I get confused around type theory, the way it speaks of models and theories… There seems to be the need to speak of type theory in general; type theory with specified type formation; then perhaps a theory in this type of theory (involving postulation of some types).

Fortunately Mike comes to the rescue in his HOTTEST talk from around slide 30, where first ‘doctrine’ is used for ‘kind of type theory’,and then numbered levels are brought in, so we have type 0-, 1- and 2-theories, and even 3-theories.

So we might choose to work in the type 3-theory which is dependent type theory, then choose to work in it with a specific type 2-theory with specific type constructors, say Martin-Löf dependent type theory.

Then we may choose to specify some types and axioms they satisfy for a 1-theory in our 2-theory. Finally we can choose an interpretation of our 1-theory as a model, which may be called a 0-theory.

At the nLab we have higher doctrine, which will need some updating.

Posted by: David Corfield on April 20, 2018 10:39 AM | Permalink | Reply to this

Re: Internal Languages of Higher Categories II

I am pleased to be working with Chris and with five other people on the basis of our shared admiration for Tom Hales, but one shouldn’t conclude that I am equipped to understand anything whatsoever in the parts of the conference that I didn’t help to organize. In particular, there’s no reason to think that I would understand anything in Chris’s post.

What’s surprising is that I did actually understand a little bit of the point of the post, though certainly not the details. I even have a vague understanding of the title, certainly more than I would have had I tried to read Chris’s first post under this title. At the time, the unfamiliar expression “the internal language” sounded to me doubly presumptuous: first by the use of the definite article, secondly by the implication that something like the essense of higher categories could only be revealed by the use of some sort of type theory.

What happened in the meantime: two homotopy theorists explained to me that “internal language” is just the name of a functor between something involving categories and something involving one of the branches of formal logic. Thanks to Tom Hales and a number of other people, I have become aware not only that model theory can be beneficial to progress in number theory, but also that the model theorists have things so well under control that one can simply quote the results they prove (like transfer principles for Fundamental Lemmas) without having to worry about understanding the proofs.

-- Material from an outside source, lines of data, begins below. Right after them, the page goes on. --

class TestTakenOut:
    def test_an_aircraft_taken_out_stays_in_force(self) -> None:
        read = pair(fleet=FLEET[: FLEET.index("  - id: tow-plane")])

        merge = compare_and_merge(pair(), read)

        assert merge.waiting == (waiting("Tow plane", "in force", "taken out"),)
        assert merge.effective[1].aircraft == pair()[1].aircraft

    def test_an_operation_taken_out_stays_in_force(self) -> None:
        start, end = FLEET.index("      - name: Departure"), FLEET.index("      - name: Solo")

        merge = compare_and_merge(pair(), pair(fleet=FLEET[:start] + FLEET[end:]))

        assert merge.waiting == (waiting("Two-seat trainer, Departure", "in force", "taken out"),)
        assert limits_by_row(merge.effective[1]) == limits_by_row(pair()[1])

    def test_an_operation_with_another_name_is_a_new_one_and_the_old_one_stays(self) -> None:
        merge = compare_and_merge(pair(), pair(fleet=changed(FLEET, ("name: Departure", "name: Take-off"))))

        assert merge.waiting == (waiting("Two-seat trainer, Departure", "in force", "taken out"),)
        assert merge.tightened == (tightened("Two-seat trainer, Take-off", "none", "added"),)
        assert len(limits_by_row(merge.effective[1])) == 4

    def test_a_quantity_taken_out_stays_in_force(self) -> None:
        merge = compare_and_merge(pair(), pair(fleet=changed(FLEET, ("        max_temperature_c: 45\n", ""))))

        assert merge.waiting == (waiting("Tow plane, Aerotow: temperature, limit", "45 °C", "taken out"),)
        assert merge.effective[1].aircraft == pair()[1].aircraft

    def test_what_has_run_out_may_go_without_acceptance(self) -> None:
        start, end = FLEET.index("      - name: Solo"), FLEET.index("  - id: tow-plane")
        read = pair(fleet=FLEET[:start] + FLEET[end:])

        assert compare_and_merge(pair(), read, today=date(2026, 9, 30)).waiting != ()
        assert compare_and_merge(pair(), read, today=date(2026, 10, 1)).effective == read

    def test_an_aircraft_whose_limits_have_all_run_out_may_go_without_acceptance(self) -> None:
        old = fleet_of("name: Winch, max_temperature_c: 40, valid_until: 2026-06-30")
        read = pair(fleet=FLEET)

        assert compare_and_merge(pair(fleet=old), read, today=date(2026, 7, 1)).effective == read
        assert compare_and_merge(pair(fleet=old), read).waiting == (waiting("glider", "in force", "taken out"),)

    def test_a_quantity_that_has_run_out_may_go_without_acceptance(self) -> None:
        still = "name: Winch, max_density_altitude_ft: 6000"
        old = fleet_of(still, "name: Winch, max_temperature_c: 40, valid_until: 2026-06-30")
        read = pair(fleet=fleet_of(still))

        assert compare_and_merge(pair(fleet=old), read, today=date(2026, 7, 1)).effective == read
        assert len(compare_and_merge(pair(fleet=old), read, today=date(2026, 6, 30)).waiting) == 1


def test_aircraft_of_one_name_are_told_apart_by_their_ids() -> None:
    twins = changed(FLEET, ("name: Tow plane", "name: Two-seat trainer"))

    merge = compare_and_merge(pair(fleet=twins), pair(fleet=changed(twins, ("6350", "6400"))))

    assert merge.waiting == (
        waiting("Two-seat trainer (trainer-2), Departure: density altitude, limit", "6,350 ft", "6,400 ft"),
    )


def test_several_changes_one_after_the_other_never_loosen() -> None:
    in_force = pair()
    for limit in ("6500", "6300", "6600", "6300.5"):
        in_force = compare_and_merge(in_force, pair(fleet=changed(FLEET, ("6350", limit)))).effective

    departure = limits_by_row(in_force[1])["trainer-2/Departure"]
    assert [limit.value for limit in departure] == [6300]
    last = compare_and_merge(in_force, pair(fleet=changed(FLEET, ("6350", "6600"))))
    assert last.waiting == (waiting("Two-seat trainer, Departure: density altitude, limit", "6,300 ft", "6,600 ft"),)


def test_a_file_put_back_takes_the_waiting_change_away() -> None:
    effective = compare_and_merge(pair(), pair(fleet=changed(FLEET, ("6350", "6500"), ("5600", "5700")))).effective

    back = compare_and_merge(effective, pair())

    assert back.effective == pair()
    assert (back.waiting, back.tightened) == ((), ())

I am not yet convinced that type theories will be so beneficial to number theory, although I am open to changing my mind. In recent years homotopy theory has been invading number theory on several independent fronts, and type theories may follow in their wake. If that happens, however, I suspect, in view of the steep language barrier, that the influence will be limited to a handful of experts, and the rest of us will just be happy to use their theorems.

Posted by: Michael Harris on November 26, 2017 4:20 AM | Permalink | Reply to this

Re: Internal Languages of Higher Categories II

The idea of the internal language of a category or higher category is not quite as scary as you’re making it sound. It’s just the language you’d speak if you lived there. For example, people who live in the category of sets — people who do lots of stuff with sets — say things like

xy(x,y)SyT \forall x \exists y \; (x,y) \in S \implies y \in T

and reason about these sentences using various well-known rules. But people visiting other categories, or higher categories, talk a bit differently, and use somewhat different rules.

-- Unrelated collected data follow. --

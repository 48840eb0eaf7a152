import io
import os
import signal
import struct
import subprocess
import sys
from collections.abc import Iterator
from dataclasses import replace
from datetime import timedelta
from pathlib import Path
from types import SimpleNamespace

import pytest

from airfield_board.configuration.profile import load_airfield
from airfield_board.errors import UserError
from airfield_board.history.store import History
from airfield_board.limits.states import State
from airfield_board.resources import bundled_folder
from airfield_board.session.board_state import BoardState, Mode, StatusChange
from airfield_board.session.last_profile import LastProfile
from airfield_board.window import application, preflight
from airfield_board.window.application import DEMO_PICTURE, run_demo, run_window, write_changes
from airfield_board.window.next_window import AirfieldNext, DemoNext, NextWindow, SetUpNext
from airfield_board.window.preflight import Missing, MissingLibraries, NoDisplay, Screen
from airfield_board.window.text_size import TextSize
from tests.interpreter import run_python
from tests.window.states import board

NO_SCREEN = {"DISPLAY": None, "WAYLAND_DISPLAY": None, "QT_QPA_PLATFORM": None}
linux_only = pytest.mark.skipif(not sys.platform.startswith("linux"), reason="elsewhere there always is a display")

WINDOW_THAT_CLOSES = """
import sys
from airfield_board.cli import main
from airfield_board.window import application, main_window, preflight

application.find_screens = lambda _: (preflight.Screen(platform="offscreen"),)
begin = main_window.MainWindow.start

def start(self):
    begin(self)
    if sys.argv[1] == "close":
        self.worker.state_came.connect(lambda _: self.close())
    else:
        self.worker.state_came.connect(lambda _: print("ready", flush=True))

main_window.MainWindow.start = start
sys.exit(main(sys.argv[2:]))
"""

WINDOW_THAT_FAULTS = """
import sys
from airfield_board.cli import main
from airfield_board.window import application, board_view, main_window, preflight

application.find_screens = lambda _: (preflight.Screen(platform="offscreen"),)

def show_state(self, state, now):
    raise ZeroDivisionError("on purpose")

board_view.BoardView.show_state = show_state
tell = main_window.MainWindow.show_fault

def show_fault(self, fault):
    tell(self, fault)
    if self.isVisible():
        print("NO DATA page:" if self.fault_page.isVisible() else "board:", fault)
    self.close()

main_window.MainWindow.show_fault = show_fault
sys.exit(main(sys.argv[1:]))
"""

# Plays what a person does in one window after the other, given as words; says which window each was.
WINDOWS_ONE_AFTER_THE_OTHER = """
import sys
from pathlib import Path
from PySide6.QtCore import QTimer
from airfield_board.cli import main
from airfield_board.window import application, main_window, preflight, set_up_window

application.find_screens = lambda _: (preflight.Screen(platform="offscreen"),)
application.platformdirs.user_documents_dir = lambda: sys.argv[1]
steps = iter(sys.argv[2].split(";"))
begin, begin_set_up = main_window.MainWindow.start, set_up_window.SetUpWindow.start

The idea is that it’s very useful to think ‘inside’ a framework instead of just reasoning about it from outside. For this you need to speak the native language.

And luckily, the native languages of different mathematical structures are a lot simpler and more similar to each other than different natural languages.

I have an absurdly talented friend who learned Norwegian just because he was going to visit Oslo for a few weeks. He said it was easy because he already knew English, German and Swedish (and French, and Italian, and Greek, and Sanskrit, and Mandarin, and so on). With math, one doesn’t need to be such a genius: once you know set theory it’s pretty easy to pick up the internal languages of other theories.

Or it would be, if mathematicians weren’t so stuffy and stiff when it comes to explaining things! And if there weren’t so many other interesting things to do.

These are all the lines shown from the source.